===== DATA EXTRACTS =====

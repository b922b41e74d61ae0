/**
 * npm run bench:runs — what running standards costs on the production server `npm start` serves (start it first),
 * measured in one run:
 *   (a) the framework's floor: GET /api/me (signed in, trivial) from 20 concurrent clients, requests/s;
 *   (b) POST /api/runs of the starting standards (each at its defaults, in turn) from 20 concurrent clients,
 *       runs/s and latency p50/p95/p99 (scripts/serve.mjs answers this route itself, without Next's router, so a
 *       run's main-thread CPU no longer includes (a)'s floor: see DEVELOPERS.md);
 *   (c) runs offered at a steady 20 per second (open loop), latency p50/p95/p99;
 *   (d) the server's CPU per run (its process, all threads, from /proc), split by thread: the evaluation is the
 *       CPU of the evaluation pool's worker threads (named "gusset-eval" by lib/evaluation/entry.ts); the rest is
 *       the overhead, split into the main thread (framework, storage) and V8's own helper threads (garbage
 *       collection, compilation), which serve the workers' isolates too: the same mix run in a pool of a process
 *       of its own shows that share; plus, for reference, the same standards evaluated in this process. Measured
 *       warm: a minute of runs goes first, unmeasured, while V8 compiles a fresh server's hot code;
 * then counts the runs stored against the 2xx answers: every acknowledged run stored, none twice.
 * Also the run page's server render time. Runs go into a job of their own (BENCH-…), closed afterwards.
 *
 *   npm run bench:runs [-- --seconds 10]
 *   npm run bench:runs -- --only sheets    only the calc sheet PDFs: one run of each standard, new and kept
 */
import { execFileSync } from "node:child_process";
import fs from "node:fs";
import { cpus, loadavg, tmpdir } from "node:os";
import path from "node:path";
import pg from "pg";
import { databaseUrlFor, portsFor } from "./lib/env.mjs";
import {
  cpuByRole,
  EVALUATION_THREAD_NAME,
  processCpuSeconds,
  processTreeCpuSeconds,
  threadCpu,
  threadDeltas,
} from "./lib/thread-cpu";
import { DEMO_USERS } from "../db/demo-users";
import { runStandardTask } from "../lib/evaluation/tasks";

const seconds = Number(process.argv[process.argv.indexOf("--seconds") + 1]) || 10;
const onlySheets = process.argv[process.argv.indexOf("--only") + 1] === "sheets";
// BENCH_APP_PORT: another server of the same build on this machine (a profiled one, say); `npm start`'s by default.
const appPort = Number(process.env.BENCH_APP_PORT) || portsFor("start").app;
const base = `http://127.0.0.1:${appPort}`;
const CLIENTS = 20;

=====
===== DATA EXTRACTS =====

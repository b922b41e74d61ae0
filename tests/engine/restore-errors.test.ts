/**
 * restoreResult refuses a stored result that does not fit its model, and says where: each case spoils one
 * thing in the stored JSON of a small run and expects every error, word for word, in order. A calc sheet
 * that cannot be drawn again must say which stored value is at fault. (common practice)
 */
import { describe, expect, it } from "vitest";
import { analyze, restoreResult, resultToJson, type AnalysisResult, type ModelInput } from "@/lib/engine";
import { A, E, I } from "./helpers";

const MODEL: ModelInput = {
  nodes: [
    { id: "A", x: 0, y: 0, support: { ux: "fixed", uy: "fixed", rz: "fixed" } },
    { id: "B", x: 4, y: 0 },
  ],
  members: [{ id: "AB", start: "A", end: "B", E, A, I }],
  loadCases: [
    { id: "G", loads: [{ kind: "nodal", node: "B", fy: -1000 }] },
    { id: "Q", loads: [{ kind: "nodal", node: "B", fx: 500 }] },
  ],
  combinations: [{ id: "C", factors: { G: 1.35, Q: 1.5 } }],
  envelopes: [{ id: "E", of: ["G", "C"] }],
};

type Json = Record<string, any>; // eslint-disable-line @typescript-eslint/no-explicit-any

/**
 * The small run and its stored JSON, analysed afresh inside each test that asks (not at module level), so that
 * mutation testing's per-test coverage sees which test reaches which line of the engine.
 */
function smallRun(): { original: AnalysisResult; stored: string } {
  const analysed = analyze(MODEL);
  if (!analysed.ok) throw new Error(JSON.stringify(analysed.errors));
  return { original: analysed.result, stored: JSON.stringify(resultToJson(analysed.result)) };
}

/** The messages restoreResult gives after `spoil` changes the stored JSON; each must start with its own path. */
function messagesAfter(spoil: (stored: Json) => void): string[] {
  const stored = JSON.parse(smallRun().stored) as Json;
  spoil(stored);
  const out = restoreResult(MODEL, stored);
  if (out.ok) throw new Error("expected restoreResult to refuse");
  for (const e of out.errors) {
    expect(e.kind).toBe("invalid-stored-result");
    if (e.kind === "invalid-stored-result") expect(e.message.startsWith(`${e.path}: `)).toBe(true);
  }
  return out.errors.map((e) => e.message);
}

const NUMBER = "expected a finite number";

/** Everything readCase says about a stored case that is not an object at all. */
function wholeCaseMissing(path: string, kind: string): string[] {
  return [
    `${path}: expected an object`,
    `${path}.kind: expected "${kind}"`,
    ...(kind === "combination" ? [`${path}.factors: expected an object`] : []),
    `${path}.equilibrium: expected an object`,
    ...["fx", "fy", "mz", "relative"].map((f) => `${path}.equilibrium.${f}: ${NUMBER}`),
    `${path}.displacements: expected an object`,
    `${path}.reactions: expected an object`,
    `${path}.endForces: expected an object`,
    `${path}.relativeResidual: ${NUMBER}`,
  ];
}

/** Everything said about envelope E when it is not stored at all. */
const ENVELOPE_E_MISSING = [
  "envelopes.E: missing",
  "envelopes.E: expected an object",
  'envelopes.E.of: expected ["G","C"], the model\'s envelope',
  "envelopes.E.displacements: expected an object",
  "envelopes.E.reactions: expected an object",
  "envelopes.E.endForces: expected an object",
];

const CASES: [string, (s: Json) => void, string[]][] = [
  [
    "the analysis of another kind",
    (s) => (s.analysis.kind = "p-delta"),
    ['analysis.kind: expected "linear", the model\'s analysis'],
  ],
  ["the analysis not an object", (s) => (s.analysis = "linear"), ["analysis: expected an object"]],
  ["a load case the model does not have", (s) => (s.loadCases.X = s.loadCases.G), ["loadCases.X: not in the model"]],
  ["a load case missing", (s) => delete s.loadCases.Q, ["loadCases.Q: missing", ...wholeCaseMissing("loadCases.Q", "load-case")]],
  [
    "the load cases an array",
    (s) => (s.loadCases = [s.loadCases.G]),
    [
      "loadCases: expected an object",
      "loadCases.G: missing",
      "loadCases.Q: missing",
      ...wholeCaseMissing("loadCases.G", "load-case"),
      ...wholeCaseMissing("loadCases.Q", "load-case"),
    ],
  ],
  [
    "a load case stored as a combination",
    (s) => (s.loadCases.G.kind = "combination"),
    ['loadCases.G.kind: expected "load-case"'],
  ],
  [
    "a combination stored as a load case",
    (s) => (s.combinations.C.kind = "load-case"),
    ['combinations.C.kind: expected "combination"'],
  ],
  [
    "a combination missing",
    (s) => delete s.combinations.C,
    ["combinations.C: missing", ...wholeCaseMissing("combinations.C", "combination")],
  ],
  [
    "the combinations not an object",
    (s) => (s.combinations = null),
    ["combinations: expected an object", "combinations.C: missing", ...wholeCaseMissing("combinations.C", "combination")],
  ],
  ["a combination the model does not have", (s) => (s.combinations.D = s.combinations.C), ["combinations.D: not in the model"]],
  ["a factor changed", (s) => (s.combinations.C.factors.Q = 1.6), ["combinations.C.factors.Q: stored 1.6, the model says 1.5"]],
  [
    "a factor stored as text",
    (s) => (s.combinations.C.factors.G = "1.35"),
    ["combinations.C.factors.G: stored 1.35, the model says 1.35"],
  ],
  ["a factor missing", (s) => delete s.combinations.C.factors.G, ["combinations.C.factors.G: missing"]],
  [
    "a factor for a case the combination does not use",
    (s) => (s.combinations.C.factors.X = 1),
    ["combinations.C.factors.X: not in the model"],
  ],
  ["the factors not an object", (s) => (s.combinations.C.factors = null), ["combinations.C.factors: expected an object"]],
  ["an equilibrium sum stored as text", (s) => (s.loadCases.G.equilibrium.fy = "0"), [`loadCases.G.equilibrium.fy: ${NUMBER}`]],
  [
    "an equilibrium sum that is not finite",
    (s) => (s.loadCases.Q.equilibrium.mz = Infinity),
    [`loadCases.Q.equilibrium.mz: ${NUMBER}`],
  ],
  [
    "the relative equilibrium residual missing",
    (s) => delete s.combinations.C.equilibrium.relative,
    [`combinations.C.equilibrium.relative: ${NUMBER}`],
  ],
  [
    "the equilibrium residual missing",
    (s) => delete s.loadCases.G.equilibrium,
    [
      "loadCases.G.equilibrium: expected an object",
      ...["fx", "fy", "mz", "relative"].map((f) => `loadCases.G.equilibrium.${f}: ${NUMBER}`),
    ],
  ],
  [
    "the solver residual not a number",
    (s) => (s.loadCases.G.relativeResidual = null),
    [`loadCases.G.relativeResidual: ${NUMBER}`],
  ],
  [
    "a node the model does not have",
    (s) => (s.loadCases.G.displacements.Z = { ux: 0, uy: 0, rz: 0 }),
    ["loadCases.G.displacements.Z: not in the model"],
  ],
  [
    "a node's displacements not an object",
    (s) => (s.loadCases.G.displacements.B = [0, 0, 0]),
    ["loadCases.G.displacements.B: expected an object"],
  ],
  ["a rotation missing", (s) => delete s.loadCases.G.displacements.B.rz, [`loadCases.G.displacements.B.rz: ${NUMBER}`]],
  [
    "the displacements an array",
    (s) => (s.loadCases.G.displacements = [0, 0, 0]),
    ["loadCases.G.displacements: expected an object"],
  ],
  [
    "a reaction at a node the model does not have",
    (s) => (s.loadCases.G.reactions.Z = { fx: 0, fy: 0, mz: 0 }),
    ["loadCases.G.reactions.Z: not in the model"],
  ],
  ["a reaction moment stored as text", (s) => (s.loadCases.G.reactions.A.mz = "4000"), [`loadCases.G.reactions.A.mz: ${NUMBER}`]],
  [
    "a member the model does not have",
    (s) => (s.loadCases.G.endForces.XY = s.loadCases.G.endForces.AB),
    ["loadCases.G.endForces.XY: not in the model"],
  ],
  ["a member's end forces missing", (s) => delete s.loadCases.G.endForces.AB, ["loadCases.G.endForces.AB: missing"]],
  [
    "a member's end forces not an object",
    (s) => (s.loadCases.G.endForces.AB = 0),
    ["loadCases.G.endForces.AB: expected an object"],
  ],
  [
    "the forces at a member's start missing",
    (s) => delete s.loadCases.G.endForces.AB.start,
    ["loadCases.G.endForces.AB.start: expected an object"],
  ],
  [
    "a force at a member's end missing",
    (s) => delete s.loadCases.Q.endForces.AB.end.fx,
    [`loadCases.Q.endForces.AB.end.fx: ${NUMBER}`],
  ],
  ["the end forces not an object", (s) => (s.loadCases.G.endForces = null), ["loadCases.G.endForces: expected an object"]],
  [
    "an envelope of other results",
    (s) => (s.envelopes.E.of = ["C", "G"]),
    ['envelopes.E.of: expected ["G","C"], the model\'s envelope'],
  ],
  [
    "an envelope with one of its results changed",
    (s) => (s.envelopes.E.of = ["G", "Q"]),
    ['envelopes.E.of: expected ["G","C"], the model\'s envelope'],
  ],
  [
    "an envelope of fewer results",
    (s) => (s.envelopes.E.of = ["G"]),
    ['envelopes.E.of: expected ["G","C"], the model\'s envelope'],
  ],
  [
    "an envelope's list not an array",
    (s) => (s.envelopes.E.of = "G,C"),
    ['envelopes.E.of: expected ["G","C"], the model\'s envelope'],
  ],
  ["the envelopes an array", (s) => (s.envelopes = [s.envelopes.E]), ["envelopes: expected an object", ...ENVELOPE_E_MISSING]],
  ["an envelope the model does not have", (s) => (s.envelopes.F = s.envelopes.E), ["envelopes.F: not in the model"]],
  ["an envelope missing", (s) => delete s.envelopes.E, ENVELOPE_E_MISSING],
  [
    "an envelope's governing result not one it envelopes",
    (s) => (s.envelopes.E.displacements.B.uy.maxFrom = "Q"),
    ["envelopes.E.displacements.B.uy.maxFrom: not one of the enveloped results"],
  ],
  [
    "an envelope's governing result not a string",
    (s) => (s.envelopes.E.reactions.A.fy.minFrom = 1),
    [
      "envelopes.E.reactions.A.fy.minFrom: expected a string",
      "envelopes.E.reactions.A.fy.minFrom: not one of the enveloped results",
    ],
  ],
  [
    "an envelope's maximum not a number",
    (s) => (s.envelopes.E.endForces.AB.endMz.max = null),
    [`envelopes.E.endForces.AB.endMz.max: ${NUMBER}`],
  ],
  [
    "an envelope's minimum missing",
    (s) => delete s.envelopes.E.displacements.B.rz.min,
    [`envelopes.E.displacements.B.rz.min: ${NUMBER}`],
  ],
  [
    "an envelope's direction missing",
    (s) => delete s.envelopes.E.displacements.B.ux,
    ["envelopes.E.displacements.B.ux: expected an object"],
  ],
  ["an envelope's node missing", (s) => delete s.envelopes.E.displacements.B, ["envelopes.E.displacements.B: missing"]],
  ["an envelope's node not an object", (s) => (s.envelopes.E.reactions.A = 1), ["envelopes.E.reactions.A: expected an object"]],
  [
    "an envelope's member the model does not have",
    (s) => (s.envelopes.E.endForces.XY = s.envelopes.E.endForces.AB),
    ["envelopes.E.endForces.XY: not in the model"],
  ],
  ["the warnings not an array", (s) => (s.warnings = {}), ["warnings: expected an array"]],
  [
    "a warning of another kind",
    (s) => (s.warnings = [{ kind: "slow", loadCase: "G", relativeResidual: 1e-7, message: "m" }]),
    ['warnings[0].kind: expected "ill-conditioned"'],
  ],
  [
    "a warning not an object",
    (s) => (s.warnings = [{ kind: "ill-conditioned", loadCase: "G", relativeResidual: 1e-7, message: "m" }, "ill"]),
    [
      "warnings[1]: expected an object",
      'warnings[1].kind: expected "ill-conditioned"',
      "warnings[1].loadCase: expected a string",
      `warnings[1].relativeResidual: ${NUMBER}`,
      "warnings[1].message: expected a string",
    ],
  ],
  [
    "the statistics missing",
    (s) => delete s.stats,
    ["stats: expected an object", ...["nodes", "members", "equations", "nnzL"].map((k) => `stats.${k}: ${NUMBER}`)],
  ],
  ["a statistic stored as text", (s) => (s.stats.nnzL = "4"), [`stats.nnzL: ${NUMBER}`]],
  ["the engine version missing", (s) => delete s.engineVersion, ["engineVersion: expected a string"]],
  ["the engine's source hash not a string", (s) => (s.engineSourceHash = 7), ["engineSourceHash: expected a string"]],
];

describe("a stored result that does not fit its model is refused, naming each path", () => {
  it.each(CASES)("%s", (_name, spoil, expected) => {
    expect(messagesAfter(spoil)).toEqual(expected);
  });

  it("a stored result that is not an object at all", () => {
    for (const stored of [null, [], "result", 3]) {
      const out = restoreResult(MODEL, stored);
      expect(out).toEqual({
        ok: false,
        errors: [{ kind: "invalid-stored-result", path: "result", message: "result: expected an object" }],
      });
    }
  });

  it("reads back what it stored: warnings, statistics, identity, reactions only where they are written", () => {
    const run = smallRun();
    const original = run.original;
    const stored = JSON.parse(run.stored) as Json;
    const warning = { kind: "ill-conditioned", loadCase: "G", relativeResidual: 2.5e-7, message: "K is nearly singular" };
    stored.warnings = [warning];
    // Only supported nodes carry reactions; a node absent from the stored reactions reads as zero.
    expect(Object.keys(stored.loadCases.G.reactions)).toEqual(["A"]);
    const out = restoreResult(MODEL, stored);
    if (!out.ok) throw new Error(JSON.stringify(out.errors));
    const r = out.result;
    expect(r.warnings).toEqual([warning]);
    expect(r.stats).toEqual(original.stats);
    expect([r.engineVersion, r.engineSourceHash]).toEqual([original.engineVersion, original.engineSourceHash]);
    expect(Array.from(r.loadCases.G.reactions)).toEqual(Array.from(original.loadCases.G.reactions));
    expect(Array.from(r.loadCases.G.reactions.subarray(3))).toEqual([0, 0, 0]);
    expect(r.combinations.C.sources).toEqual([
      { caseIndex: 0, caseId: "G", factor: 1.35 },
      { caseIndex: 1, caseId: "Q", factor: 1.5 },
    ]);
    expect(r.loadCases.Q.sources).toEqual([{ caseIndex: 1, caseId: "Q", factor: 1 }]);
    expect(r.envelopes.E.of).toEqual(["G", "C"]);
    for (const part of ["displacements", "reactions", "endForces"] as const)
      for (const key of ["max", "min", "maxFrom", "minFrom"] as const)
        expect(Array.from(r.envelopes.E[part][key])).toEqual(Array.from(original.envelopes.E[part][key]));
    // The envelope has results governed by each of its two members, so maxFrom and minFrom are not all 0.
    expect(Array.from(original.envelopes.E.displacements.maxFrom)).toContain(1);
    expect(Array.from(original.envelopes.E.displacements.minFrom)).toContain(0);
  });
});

=====

**EXERCISE AIM**
Pull out every line of the entries that includes the word "toContain".

**COMPLETED TASK**
    expect(Array.from(original.envelopes.E.displacements.maxFrom)).toContain(1);
    expect(Array.from(original.envelopes.E.displacements.minFrom)).toContain(0);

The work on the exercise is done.